Paramount’s revised bid comes after Warner Bros. Discovery’s board had raised concerns about the solidity of the original offer, which relied heavily on a revocable family trust without a firm personal guarantee. Last week, in a formal appeal to investors, WBD’s board warned that Paramount’s proposal lacked firm financing commitments and carried significant execution risk, noting that much of the financing was neither irrevocable nor fully underwritten, which could lead to delays or even failure. But now, Ellison’s commitment effectively removes this uncertainty, showing that Paramount is serious about completing the acquisition.
“Paramount has repeatedly demonstrated its commitment to acquiring WBD. Our $30 per share, fully financed all-cash offer was on December 4th, and continues to be, the superior option to maximize value for WBD shareholders. Because of our commitment to investment and growth, our acquisition will be superior for all WBD stakeholders, as a catalyst for greater content production, greater theatrical output, and more consumer choice,” David Ellison, CEO of Paramount, noted.

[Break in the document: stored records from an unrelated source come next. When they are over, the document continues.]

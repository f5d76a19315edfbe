"""Units at the edges: parse user quantities to SI floats and format SI values for display.

Everything inside atticsim is an SI float. This module is the one place where strings such as
``"1200 cfm"``, ``"38 degC"``, ``"R-38"`` or ``"6/12"`` become numbers, and where SI numbers become
IP figures for people who read °F, CFM and Btu. pint is imported lazily, only when a string with a
unit has to be parsed, so that the solver and ``atticsim --help`` never pay for it.

A bare number (no unit) is taken in the SI unit of its kind (listed in :data:`KINDS`).
"""

from __future__ import annotations

import math
import re
from functools import lru_cache

from atticsim.errors import InputError, short_repr

#: Quantity kinds understood by :func:`to_si`: kind -> (SI unit as pint spells it, human description).
KINDS: dict[str, tuple[str, str]] = {
    "length": ("m", "a length"),
    "area": ("m**2", "an area"),
    "volume": ("m**3", "a volume"),
    "flow": ("m**3/s", "a volume flow"),
    "power": ("W", "a power"),
    "energy": ("J", "an energy"),
    "temperature": ("degC", "a temperature"),
    "temperature_difference": ("K", "a temperature difference"),
    "time": ("s", "a time"),
    "angle": ("deg", "an angle"),
    "pressure": ("Pa", "a pressure"),
    "mass": ("kg", "a mass"),
    "density": ("kg/m**3", "a density"),
    "conductivity": ("W/(m*K)", "a thermal conductivity"),
    "specific_heat": ("J/(kg*K)", "a specific heat capacity"),
    "r_value": ("m**2*K/W", "a thermal resistance per area (R-value)"),
    "conductance": ("W/K", "a thermal conductance"),
    "heat_capacity": ("J/K", "a heat capacity"),
    "velocity": ("m/s", "a speed"),
    "voltage": ("V", "a voltage"),
    "resistance": ("ohm", "a resistance"),
    "current": ("A", "a current"),
    "capacitance": ("F", "a capacitance"),
    "frequency": ("Hz", "a frequency"),
    "dimensionless": ("dimensionless", "a plain number"),
    "percent": ("percent", "a percentage"),
}

# 1 ft^2.degF.h/Btu_IT in m^2.K/W: (0.3048^2 m^2)(5/9 K)(3600 s) / 1055.05585262 J
# (Btu_IT by definition, NIST SP 811 appendix B).
R_IP_TO_SI = 0.3048**2 * (5.0 / 9.0) * 3600.0 / 1055.05585262

_NUMBER = r"[-+]?(?:\d+\.?\d*|\.\d+)(?:[eE][-+]?\d+)?"
_R_VALUE = re.compile(rf"^\s*(RSI|R)\s*-?\s*({_NUMBER})\s*$", re.IGNORECASE)
_PITCH = re.compile(rf"^\s*({_NUMBER})\s*[/:]\s*12\s*(?:pitch)?\s*$", re.IGNORECASE)
_SPLIT = re.compile(rf"^\s*({_NUMBER})\s*(.*?)\s*$")


#: Longest text read as a quantity, and longest unit in it (characters): a guard against pasted junk
#: (and against the regular expressions' and pint's parser's work on it).
MAX_TEXT = 100
MAX_UNIT = 60
# an exponent in a unit: a small plain number (m**2, m^-1, s**0.5), never a chain (10**10**10 would take
# pint's parser hours to evaluate) nor an expression
_POWER = re.compile(r"\*\*|\^")
_SMALL_EXPONENT = re.compile(r"\s*[-+]?\d(?:\.\d{1,3})?(?!\s*(?:\d|\.|\*\*|\^|\())")


class UnitError(InputError):
    """A quantity whose unit is missing, unknown or of the wrong kind, or whose number is not finite."""


@lru_cache(maxsize=1)
def registry():
    """The project's pint UnitRegistry (created once, on first use).

    Adds ``cfm``/``CFM`` (pint would read bare ``cfm`` as centi-fermi), ``in_wc``/``inH2O`` for inches of
    water column, and ``ach`` is deliberately *not* defined (an air-change rate needs a volume).
    """
    import pint

    folder = _pint_cache_folder(pint)
    try:
        ureg = pint.UnitRegistry(autoconvert_offset_to_baseunit=True, cache_folder=folder)
    except Exception:  # noqa: BLE001 - any failure of the cache (damaged, stale, unreadable) means: no cache
        ureg = pint.UnitRegistry(autoconvert_offset_to_baseunit=True)
    ureg.define("cubic_foot_per_minute = foot**3/minute = cfm = CFM")
    ureg.define("inch_water_column = 249.0889 * pascal = in_wc = inWC = in_w_c")
    return ureg


def _pint_cache_folder(pint):
    """pint's parse cache in atticsim's own cache folder, keyed by this install and by pint's own files (its
    entries hold paths into the environment that wrote them), or None (no disk cache) when there is none.
    Never pint's user-wide ``:auto:`` folder, which every environment with the same pint version shares."""
    import hashlib
    from pathlib import Path

    from atticsim.jitcache import folder

    base = folder()
    if base is None:
        return None
    tag = hashlib.sha1(f"{Path(pint.__file__).resolve()}|{pint.__version__}".encode()).hexdigest()[:12]
    path = base.parent / f"pint-{tag}"
    try:
        path.mkdir(parents=True, exist_ok=True)
    except OSError:
        return None
    return path


def to_si(value, kind: str) -> float:
    """Convert a user value to an SI float of the given kind.

    Parameters
    ----------
    value : float, int or str
        A bare number (taken in the SI unit of ``kind``) or a string with a unit, e.g. ``"1200 cfm"``,
        ``"100 degF"``, ``"R-38"`` (IP R-value), ``"RSI 6.7"``, ``"6/12"`` (roof pitch, angles only).
    kind : str
        One of :data:`KINDS`.

    Returns
    -------
    float
        The value in the SI unit of ``kind`` (degrees Celsius for temperatures, degrees for angles).

    Raises
    ------
    UnitError
        If the value cannot be read as a quantity of that kind.
    """
    if kind not in KINDS:
        raise KeyError(f"unknown quantity kind {kind!r}")
    if isinstance(value, bool):
        raise UnitError(f"expected {KINDS[kind][1]}, got a true/false value")
    if isinstance(value, (int, float)):
        return _finite(value, value)
    if not isinstance(value, str):
        raise UnitError(f"expected {KINDS[kind][1]}, got {short_repr(value)}")
    text = value.strip()
    if len(text) > MAX_TEXT:
        raise UnitError(f"expected {KINDS[kind][1]} such as '{_example(kind)}', got a text of {len(text)} "
                        f"characters (at most {MAX_TEXT})")
    if kind == "r_value":
        m = _R_VALUE.match(text)
        if m:
            number = _finite(float(m.group(2)), value)
            # "R-38" is the North American trade R-value in ft2.degF.h/Btu; "RSI 6.7" is already SI.
            return number if m.group(1).upper() == "RSI" else number * R_IP_TO_SI
    if kind == "angle":
        m = _PITCH.match(text)
        if m:
            # Roof pitch "rise/12": angle = atan(rise/12) (common practice, carpentry).
            return math.degrees(math.atan(_finite(float(m.group(1)), value) / 12.0))
    m = _SPLIT.match(text)
    if not m:
        raise UnitError(f"expected {KINDS[kind][1]} such as '{_example(kind)}', got {short_repr(value)}")
    number, unit = _finite(float(m.group(1)), value), m.group(2)
    if not unit:
        return number
    return _finite(_convert(number, unit, kind, value), value)


def _finite(number, original) -> float:
    """``number`` as a finite float, else UnitError (inf, nan, 1e400, an integer too large for a float)."""
    try:
        x = float(number)
    except OverflowError:
        raise UnitError(f"{short_repr(original)} is too large a number") from None
    if not math.isfinite(x):
        raise UnitError(f"{short_repr(original)} is not a finite number")
    return x


def _convert(number: float, unit: str, kind: str, original) -> float:
    # Trade shorthand "ft2", "m3/s" -> "ft**2", "m**3/s".
    unit = re.sub(r"(?<=[A-Za-z])([23])(?![\d.])", r"**\1", unit)
    if len(unit) > MAX_UNIT:
        raise UnitError(f"the unit of {short_repr(original)} is longer than {MAX_UNIT} characters")
    if any(not _SMALL_EXPONENT.match(unit, p.end()) for p in _POWER.finditer(unit)):
        raise UnitError(f"unknown unit {short_repr(unit)} in {short_repr(original)} (an exponent in a unit is a "
                        f"small plain number: m**2, m^-1)")
    outcome, value = _pint_convert(number, unit, kind)
    if outcome == "unknown":
        raise UnitError(f"unknown unit {short_repr(unit)} in {short_repr(original)}")
    if outcome == "dimension":
        raise UnitError(f"expected {KINDS[kind][1]} such as '{_example(kind)}', got {short_repr(original)} "
                        f"(unit {short_repr(unit)})")
    return value


@lru_cache(maxsize=4096)
def _pint_convert(number: float, unit: str, kind: str) -> tuple:
    """("ok", value in the SI unit of kind), ("unknown", None) or ("dimension", None). Kept per number,
    unit and kind: a study's points repeat the same scenario values, and pint parses each unit anew
    (planning a 1000-point study spent some 1.9 s, 0.09 ms a value, in these conversions)."""
    import pint

    ureg = registry()
    target = KINDS[kind][0]
    try:
        q = ureg.Quantity(number, unit)
    except Exception:  # noqa: BLE001 - pint's parser raises many kinds (TokenError for an unbalanced
        return "unknown", None  # bracket, ZeroDivisionError for "m/0", RecursionError...): not a unit
    try:
        if kind == "temperature_difference":
            unit_str = str(q.units)
            # A difference written in an absolute scale ("5 degC", "9 degF") means a difference.
            if unit_str in ("degree_Celsius", "degree_Fahrenheit"):
                delta = {"degree_Celsius": 1.0, "degree_Fahrenheit": 5.0 / 9.0}[unit_str]
                return "ok", number * delta
        return "ok", float(q.to(target).magnitude)
    except pint.errors.DimensionalityError:
        return "dimension", None
    except Exception:  # noqa: BLE001 - an offset unit in a product, an overflow: not a quantity of this kind
        return "unknown", None


def _example(kind: str) -> str:
    return {
        "length": "3.2 m", "area": "120 m2", "volume": "180 m3", "flow": "1200 cfm",
        "power": "180 W", "energy": "1.5 kWh", "temperature": "38 degC", "temperature_difference": "4 K",
        "time": "5 min", "angle": "6/12", "pressure": "0.1 in_wc", "mass": "900 kg",
        "density": "500 kg/m3", "conductivity": "0.12 W/(m*K)", "specific_heat": "1880 J/(kg*K)",
        "r_value": "R-38", "conductance": "0.0015 W/K", "heat_capacity": "400 J/K", "velocity": "3 m/s", "voltage": "12 V",
        "resistance": "10 kohm", "current": "10 mA", "capacitance": "0.47 uF", "frequency": "60 Hz",
        "dimensionless": "0.9", "percent": "50 %",
    }[kind]


# --- display in IP units (edges only) -------------------------------------------------------------

def c_to_f(temp_c):
    """Temperature [degC] -> [degF] (definition of the Fahrenheit scale)."""
    return temp_c * 9.0 / 5.0 + 32.0


def k_to_delta_f(delta_k):
    """Temperature difference [K] -> [delta degF]."""
    return delta_k * 9.0 / 5.0


#: SI -> IP factors for display: name -> (factor, IP unit label). Sources: NIST SP 811 appendix B.
IP_FACTORS = {
    "flow": (1.0 / (0.3048**3 / 60.0), "cfm"),
    "area": (1.0 / 0.3048**2, "ft2"),
    "length": (1.0 / 0.3048, "ft"),
    "energy_kwh": (3412.14163, "Btu"),  # 1 kWh = 3412.14 Btu_IT
    "pressure": (1.0 / 249.0889, "in. w.c."),
    "r_value": (1.0 / R_IP_TO_SI, "h.ft2.F/Btu"),
    "volume": (1.0 / 0.3048**3, "ft3"),
}


#: More SI -> IP factors for files and figures (NIST SP 811 appendix B): W -> Btu_IT/h, kWh -> kBtu_IT,
#: m/s -> mph, W/m2 -> Btu_IT/(h ft2).
IP_FACTORS.update({
    "power": (3.41214163, "Btu/h"),
    "energy_kbtu": (3.41214163, "kBtu"),
    "velocity": (1.0 / 0.44704, "mph"),
    "irradiance": (3.41214163 * 0.3048**2, "Btu/h.ft2"),
})


def _scale(kind):
    factor = IP_FACTORS[kind][0]
    return lambda v: v * factor


#: Name endings of SI columns and keys -> (ending of the IP companion, conversion), longest ending first.
#: Trade units: degF, delta degF, Btu/h, kBtu (heat and electricity alike, beside the kWh kept in SI),
#: cfm, ft3, ft2, in. w.c., mph, Btu/h.ft2. ``_per_k`` endings (conductances) have no companion.
IP_SUFFIXES = (
    ("_w_m2", "_btu_h_ft2", _scale("irradiance")),
    ("_m3_s", "_cfm", _scale("flow")),
    ("_m3s", "_cfm", _scale("flow")),
    ("_m_s", "_mph", _scale("velocity")),
    ("_kwh", "_kbtu", _scale("energy_kbtu")),
    ("_m3", "_ft3", _scale("volume")),
    ("_m2", "_ft2", _scale("area")),
    ("_pa", "_in_wc", _scale("pressure")),
    ("_w", "_btu_h", _scale("power")),
    ("_c", "_f", c_to_f),
    ("_k", "_delta_f", k_to_delta_f),
)


def ip_companion(name: str):
    """(IP name, conversion) for an SI column or key named by its unit ending, or None.

    ``attic_air_c`` -> ``attic_air_f`` (degF), ``fan_flow_m3_s`` -> ``fan_flow_cfm``, ``ceiling_heat_gain_w``
    -> ``ceiling_heat_gain_btu_h``, ``fan_energy_kwh`` -> ``fan_energy_kbtu``.
    """
    if name.endswith("_per_k"):
        return None
    for si, ip, convert in IP_SUFFIXES:
        if name.endswith(si) and len(name) > len(si):
            return name[: -len(si)] + ip, convert
    return None


def ip_text(value: float, kind: str) -> str:
    """An SI value of ``kind`` in the trade's IP unit, for messages (``"98.43 ft"``, ``"R-199"``, ``"212 degF"``);
    empty for kinds without one."""
    if kind == "temperature":
        return f"{c_to_f(value):.4g} degF"
    if kind == "r_value":
        return f"R-{value * IP_FACTORS['r_value'][0]:.3g}"
    if kind in IP_FACTORS:
        factor, label = IP_FACTORS[kind]
        x = value * factor
        return f"{x:,.0f} {label}" if 1000 <= abs(x) < 1e12 else f"{x:.4g} {label}"
    return ""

However, despite this backing, Paramount has kept its $30-per-share offer unchanged, opting instead to strengthen deal protections. At the same time, the company increased the reverse termination fee (the amount payable if regulators block the acquisition) from $5 billion to $5.8 billion, aligning with protections in Netflix’s competing bid. Notably, Netflix’s offer, which values Warner Bros. Discovery at $72 billion with a total enterprise value of $82.7 billion including debt, also includes a $5.8 billion breakup fee and gives shareholders $23.25 per share in cash plus $4.50 per share in Netflix stock.
Meanwhile, Paramount also extended the shareholder tender deadline to January 21, 2026, giving investors additional time to weigh the offer. The acquisition contest is part of a larger battle for one of Hollywood’s most valuable media empires. Paramount Skydance, formed through the 2025 merger of Paramount Global and Skydance Media, is competing against Netflix. Most importantly, apart from valuation and structure, there is one more major difference between the offers. While Paramount’s bid would include key cable properties like CNN, Netflix’s offer excludes them.